Use fewer large virtual machine instances for the data engines. For large instances, the largest memory-optimized M-series virtual machines are ideal for heavy in-memory workloads. You might need a dedicated instance, depending on the size of the logical partition (LPAR) that's used to run DB2.
The DB2 CF uses memory-optimized virtual machines, such as E-series or L-series.
A shared storage cluster that uses Standard_DS4_v2 virtual machines running Linux.
The management jumpbox is a Standard_DS2_v2 virtual machine running Linux. An alternative is Azure Bastion, a service that provides a secure RDP/SSH experience for all the VMs in your virtual network.
The client is a Standard_DS3_v2 virtual machine running Windows (used for testing).
Optional. A witness server. This is needed only with certain earlier versions of Db2 pureScale. This example uses a Standard_DS3_v2 virtual machine running Linux (used for DB2 pureScale).
Note
A DB2 pureScale cluster requires at least two DB2 instances. It also requires a cache instance and a lock manager instance.
Storage considerations
Like Oracle RAC, DB2 pureScale is a high-performance block I/O, scale-out database. We recommend using the largest Azure premium SSD option that suits your needs. Smaller storage options might be suitable for development and test environments, while production environments often need more storage capacity. The example architecture uses P30 because of its ratio of IOPS to size and price. Regardless of size, use Premium Storage for best performance.
DB2 pureScale uses a shared-everything architecture, where all data is accessible from all cluster nodes. Premium storage must be shared across multiple instances, whether on demand or on dedicated instances.
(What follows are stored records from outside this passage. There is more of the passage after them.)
"""Surfaces drawn like the user's data: hyper-parameters the data support, and their warp.

A ``likedata`` landscape is, per replicate, a new Gaussian-process prior surface whose
*character* comes from earlier evaluations (cube points ``X``, values to minimise ``y``), while
its optimum is free to sit where the placement puts it:

1. **Output warp.** The data are modelled as their normal scores ``z = Φ⁻¹((r − ½)/n)`` (r the
   mid-rank, ties sharing it; Hazen's plotting position). A drawn latent value is mapped back
   through the data's empirical quantile function (:class:`Warp`): piecewise-linear through
   ``(Φ⁻¹((i − ½)/n), y_(i))``, i = 1..n over the sorted values, so flat over the normal-score
   interval of a tied group: a saturated plateau of equal worst values in the data becomes a
   plateau of the surface. The map is non-decreasing, so the argmin of the latent surface is
   an argmin of the landscape.
2. **Hyper-parameters from their posterior** given the normal scores (standardised):
   θ = log(ℓ_1..ℓ_d, s², σ²) with the weakly-informative prior below, times the exact Matérn
   marginal likelihood (Rasmussen & Williams 2006, Algorithm 2.1; gradient eq. 5.9), for each
   smoothness ν ∈ {1/2, 3/2, 5/2}. ν gets the posterior weights of its Laplace evidence (uniform
   prior over the three): the mode θ̂_ν by L-BFGS-B, the Hessian of the log posterior by
   central differences of its analytic gradient,
       log p(y | ν) ≈ log p(y | θ̂, ν) + log p(θ̂) + (D/2) log 2π − ½ log det H.
   Given ν, θ is drawn by univariate slice sampling with stepping out and shrinkage, one
   coordinate at a time (Neal 2003, "Slice sampling", Annals of Statistics 31, §4 and Fig. 3–5),
   started at the mode. Slice sampling rather than a Laplace draw because length-scale
   posteriors are skewed and often bounded by the prior on one side (a flat axis has no upper
   evidence), which a Gaussian in θ misrepresents; it needs no tuning beyond an initial width.
3. **A prior surface** (:func:`.surfaces.draw_prior`, random Fourier features) with a drawn
   (ν, θ), in normal-score units, warped.

Prior (independent, each a normal on the log scale, truncated to ``gp.DEFAULT_BOUNDS``):
``log ℓ_k ~ N(log gp.default_lengthscale(d), 1)``, ``log s² ~ N(0, 1)``,
``log σ² ~ N(log 10⁻², 2²)`` (standardised units; σ² absorbs ties and measurement noise).

Discrete parameters: the study's space snaps integer and categorical coordinates to their bin
centres before any evaluation, and a likedata surface snaps them itself too (on the lattice of
bin centres extended beyond the cube, so a window cut anywhere sees the same steps): along such
an axis the landscape is a step function, and its minimum is searched over bin centres only. On
a categorical axis with k choices the drawn length scale is capped at ``1/(3k)``: adjacent
centres lie 1/k apart, a scaled distance of at least 3, where every Matérn correlation used
here is at most 0.05 (e^-3 for ν = 1/2), so choices are nearly independent.
"""

from __future__ import annotations

import math
from dataclasses import dataclass, field
from functools import cache

import numpy as np
from numpy.typing import ArrayLike, NDArray

from .. import gp
from ..lazy import LazyModule
from . import surfaces
from .history import fitting_fields, fitting_subset
from .landscapes import Landscape

lapack = LazyModule("scipy.linalg.lapack")
optimize = LazyModule("scipy.optimize")
stats = LazyModule("scipy.stats")

__all__ = [
    "MAX_ROWS",
    "PRIOR_LOG_SD",
    "HyperPosterior",
    "LikeData",
    "LikeSurface",
    "Warp",
    "hyper_posterior",
    "log_marginal_likelihood",
    "log_posterior",
    "log_prior",
    "normal_scores",
    "slice_sample",
]

# Rows used for the hyper-parameter posterior; beyond it those :func:`.history.fitting_subset`
# chooses (the warp uses every row). The posterior takes a few thousand n × n Cholesky
# factorisations: about 10 s of one core at n = 100 in 6-D, and over a minute at n = 200.
MAX_ROWS = 120

# Prior standard deviations of log ℓ, log s², log σ², and the centre of log σ².
PRIOR_LOG_SD = (1.0, 1.0, 2.0)
PRIOR_LOG_NOISE = math.log(1e-2)

# Slice sampling: initial bracket width (log units), stepping-out limit, burn-in and thinning.
SLICE_WIDTH = 1.0
SLICE_STEPS = 8
BURN_IN = 16
THIN = 2
# Posterior draws kept per smoothness; a replicate takes one at random.
DRAWS = 64

# Warp tails: beyond the data the inverse warp bends over from the end secant's slope and never
# leaves the data range by more than this fraction of it (or one normal-score unit of slope).
TAIL_FRACTION = 0.25
# The end secant spans max(1, ceil(n / 10)) ranks.
TAIL_RANKS = 0.1

# Largest scaled distance between adjacent choices of a categorical axis: ℓ <= 1 / (3k).
CATEGORICAL_SPACING = 3.0

_HALF_LOG_2PI = 0.5 * math.log(2.0 * math.pi)


# --------------------------------------------------------------------------- the warp


def normal_scores(y: ArrayLike) -> NDArray[np.float64]:
    """Φ⁻¹((r − ½)/n) with r the mid-rank of each value (ties share their mean rank)."""
    y = np.asarray(y, dtype=float)
    ranks = stats.rankdata(y, method="average")
    return stats.norm.ppf((ranks - 0.5) / len(y))


def _tail(slope: float, span: float) -> tuple[float, float]:
    """(slope, extent) of one tail: extent E = min(slope·1, TAIL_FRACTION·span); 0 is flat."""
    if slope <= 0.0 or span <= 0.0:
        return 0.0, 0.0
    return slope, min(slope, TAIL_FRACTION * span)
A large DB2 pureScale cluster can require 200 terabytes (TB) or more of premium shared storage, with IOPS of 100,000. DB2 pureScale supports an iSCSI block interface that you can use on Azure. The iSCSI interface requires a shared storage cluster that you can implement with S2D or another tool. This type of solution creates a virtual storage area network (vSAN) device in Azure. DB2 pureScale uses the vSAN to install the clustered file system that's used to share data among virtual machines.
Networking considerations
IBM recommends InfiniBand networking for all members in a DB2 pureScale cluster. DB2 pureScale also uses remote direct memory access (RDMA), where available, for the CFs.
During setup, you create an Azure resource group to contain all the virtual machines. In general, you group resources based on their lifetime and who will manage them. The virtual machines in this architecture require accelerated networking. It's an Azure feature that provides consistent, ultra-low network latency via single-root I/O virtualization (SR-IOV) to a virtual machine.
Every Azure virtual machine is deployed into a virtual network that has subnets: main, Gluster FS front end (gfsfe), Gluster FS back end (bfsbe), DB2 pureScale (db2be), and DB2 pureScale front end (db2fe). The installation script also creates the primary NICs on the virtual machines in the main subnet.
Use network security groups to restrict network traffic within the virtual network and to isolate the subnets.
On Azure, DB2 pureScale needs to use TCP/IP as the network connection for storage.